[Collected data]
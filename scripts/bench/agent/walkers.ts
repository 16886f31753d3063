import { DEFAULT_SETTINGS } from '@/lib/method/control'
import { edgesOf } from '@/lib/method/graph'
import { randomRegular } from '@/lib/method/graphs'
import type { WalkNode } from '@/lib/method/node'
import { PACES } from '@/lib/method/pace'
import { createRandom } from '@/lib/method/random'
import { Simulation } from '@/lib/method/simulate'
import { encodeFrame } from '@/lib/protocol'

export interface TickCost {
  walkersPerNode: number
  /** One tick with the encoding of its frames, all colonies. */
  microseconds: number
}

const WARM_UP_MS = 60_000
const RUN_MS = 60_000

/** What a tick costs with ever more walkers: 36 agents of 8 neighbours on a virtual clock, the real control loop steering. */
export function tickCosts(walkersPerNode: readonly number[], colonies: number): TickCost[] {
  // Once for the compiler, or the first in the list would pay for all.
  tickCost(walkersPerNode[0] ?? 100, colonies)
  return walkersPerNode.map((walkers) => ({
    walkersPerNode: walkers,
    microseconds: tickCost(walkers, colonies),
  }))
}

function tickCost(walkersPerNode: number, colonies: number): number {
  const graph = randomRegular(36, 8, createRandom('bench'))
  const simulation = new Simulation(
    { random: createRandom('walkers') },
    {
      nodes: graph.nodes,
      links: edgesOf(graph).map(([a, b, weight]) => ({ a, b, weight })),
      settings: { ...DEFAULT_SETTINGS, pace: PACES.steady, disclosure: 'named', colonies, walkersPerNode },
    },
  )
  simulation.run(WARM_UP_MS)
  const times: number[] = []
  for (const { node } of simulation.agents) timeTicks(node, times)
  simulation.run(RUN_MS)
  // The middle: what else the machine does lengthens single ticks.
  return (times.sort((a, b) => a - b)[times.length >> 1] ?? 0) * 1000
}

function timeTicks(node: WalkNode, times: number[]): void {
  const tick = node.tick.bind(node)
  node.tick = (nowMs, isCarried) => {
    const startedAtMs = performance.now()
    const frames = tick(nowMs, isCarried)
    for (const { frame } of frames) encodeFrame({ ...frame, orders: null, statement: null })
    times.push(performance.now() - startedAtMs)
    return frames
  }
}
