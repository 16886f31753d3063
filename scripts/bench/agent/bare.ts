import { spawn } from 'node:child_process'
import { join } from 'node:path'
import { createInterface } from 'node:readline'
import { WebSocket } from 'ws'
import { figuresOf } from './process-figures'

const TICK_MS = 200
const FRAME_BYTES = 125

/**
 * The floor of this machine: a process that does nothing but send and hear as many messages of the size of frames over bare
 * WebSockets. What an agent takes beyond it is the agent's own. @returns share of a core
 */
export async function bareCpuShare(links: number, warmUpMs: number, ms: number): Promise<number> {
  const child = spawn(process.execPath, [join(import.meta.dirname, 'bare-end.mjs')], {
    stdio: ['pipe', 'pipe', 'inherit'],
  })
  const port = await new Promise<string>((resolve) =>
    createInterface({ input: child.stdout }).once('line', resolve),
  )
  const frame = Buffer.alloc(FRAME_BYTES)
  const timers: NodeJS.Timeout[] = []
  const sockets = Array.from({ length: links }, (_, index) => {
    const socket = new WebSocket(`ws://127.0.0.1:${port}`, { perMessageDeflate: false })
    socket.on('error', () => {})
    const begin = () => timers.push(setInterval(() => socket.send(frame), TICK_MS))
    // Neighbours tick each in its own phase.
    socket.on('open', () => timers.push(setTimeout(begin, (TICK_MS * index) / links)))
    return socket
  })
  try {
    await delay(warmUpMs)
    const before = figuresOf(child.pid ?? 0)
    const startedAtMs = performance.now()
    await delay(ms)
    const { cpuSeconds } = figuresOf(child.pid ?? 0)
    return (1000 * (cpuSeconds - before.cpuSeconds)) / (performance.now() - startedAtMs)
  } finally {
    for (const timer of timers) clearInterval(timer)
    for (const socket of sockets) socket.terminate()
    child.kill()
  }
}

const delay = (ms: number): Promise<void> => new Promise((resolve) => setTimeout(resolve, ms))
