import { z } from 'zod'
import type { SentReport } from '@/agent'
import { receiptSchema, reportRequestSchema, signedOrdersSchema } from '@/lib/protocol'

/** Where the bench's collector takes the reports of many neighbours at once. */
export const BATCH_PATH = '/bench/reports'

export const reportBatchSchema = z.array(z.object({ agentId: z.string(), report: reportRequestSchema }))
export type ReportBatch = readonly { agentId: string; report: SentReport }[]

/** What the replies have in common, once, and the receipts that were asked for. */
export const batchReplySchema = z.object({
  signedOrders: signedOrdersSchema.nullable(),
  ordersAgeMs: z.number(),
  receipts: z.array(z.object({ agentId: z.string(), receipt: receiptSchema })),
})
export type BatchReply = z.infer<typeof batchReplySchema>
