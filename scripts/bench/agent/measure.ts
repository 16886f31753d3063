import { type BenchOverlay, MEASURED } from './overlay'
import { figuresOf } from './process-figures'

export interface Measured {
  seconds: number
  /** Of one core; and of the warm-up before, in which much is still being compiled. */
  cpuShare: number
  warmUpCpuShare: number
  /** Share of the time in which the agent could have run and the machine had no processor for it. */
  waitedShare: number
  wakesPerSecond: number
  rssMib: number
  peakRssMib: number
  /** Both ways together, per link; null where not counted. */
  bytesPerLinkSecond: number | null
  /** Sizes of the reports' bodies as they crossed the wire, and the largest as JSON. */
  reportBytesMost: number
  reportBytesMean: number
  reportJsonBytesMost: number
  ticksPerSecond: number | null
  /** Share of ticks that came more than a whole tick late. */
  lateShare: number | null
  /** Live links as the agent reported them: the most, the fewest, the mean over the time. */
  links: number
  linksLeast: number
  linksMean: number
  /** Mean agreed weight of the links, as the agent reported it last. */
  meanWeight: number | null
  /** Of light neighbours, on average. */
  lightTicksPerSecond: number | null
  colonies: number
}

/** Lets the overlay warm up, then watches the measured agent. */
export async function measure(overlay: BenchOverlay, warmUpMs: number, ms: number): Promise<Measured> {
  const { proxy, collector, pid } = overlay
  const linked = figuresOf(pid)
  const linkedAtMs = performance.now()
  await delay(warmUpMs)
  const warmUpSeconds = (performance.now() - linkedAtMs) / 1000
  const joined = collector.find(MEASURED)
  const before = figuresOf(pid)
  const healthBefore = joined.last?.report.node.health
  const bytesBefore = proxy.bytesIn + proxy.bytesOut
  const lightBefore = overlay.lightFigures
  const startedAtMs = performance.now()
  joined.reportBytes.length = 0
  let rssMib = 0
  const links: number[] = []
  while (performance.now() - startedAtMs < ms) {
    await delay(Math.min(1_000, ms))
    rssMib = Math.max(rssMib, figuresOf(pid).rssMib)
    links.push(overlay.links)
  }
  const after = figuresOf(pid)
  const seconds = (performance.now() - startedAtMs) / 1000
  const health = joined.last?.report.node.health
  const ticks = health && healthBefore ? health.ticks - healthBefore.ticks : null
  const late = health && healthBefore ? health.ticksLate - healthBefore.ticksLate : null
  const light = overlay.lightFigures
  const ofLight = (figure: 'bytes' | 'ticks') =>
    light && lightBefore ? (light[figure] - lightBefore[figure]) / seconds / light.up : null
  const bytes = proxy.bytesIn + proxy.bytesOut - bytesBefore
  const linksMost = Math.max(...links)
  return {
    seconds,
    cpuShare: (after.cpuSeconds - before.cpuSeconds) / seconds,
    warmUpCpuShare: (before.cpuSeconds - linked.cpuSeconds) / warmUpSeconds,
    waitedShare: (after.waitedSeconds - before.waitedSeconds) / seconds,
    wakesPerSecond: (after.wakes - before.wakes) / seconds,
    rssMib,
    peakRssMib: after.peakRssMib,
    bytesPerLinkSecond: bytes === 0 ? ofLight('bytes') : bytes / seconds / linksMost,
    reportBytesMost: Math.max(...joined.reportBytes.map(({ wire }) => wire)),
    reportBytesMean: joined.reportBytes.reduce((sum, { wire }) => sum + wire, 0) / joined.reportBytes.length,
    reportJsonBytesMost: Math.max(...joined.reportBytes.map(({ plain }) => plain)),
    ticksPerSecond: ticks === null ? null : ticks / seconds,
    lateShare: ticks === null || late === null ? null : late / ticks,
    links: linksMost,
    linksLeast: Math.min(...links),
    linksMean: links.reduce((sum, count) => sum + count, 0) / links.length,
    meanWeight: health?.meanWeight ?? null,
    lightTicksPerSecond: ofLight('ticks'),
    colonies: joined.last?.report.sums.colonies.length ?? 0,
  }
}

const delay = (ms: number): Promise<void> => new Promise((resolve) => setTimeout(resolve, ms))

## AIM OF THE TASK
Using the data above, tally each line that has the string "have" and report only the sum.

## OUTPUT FOR THIS TASK
2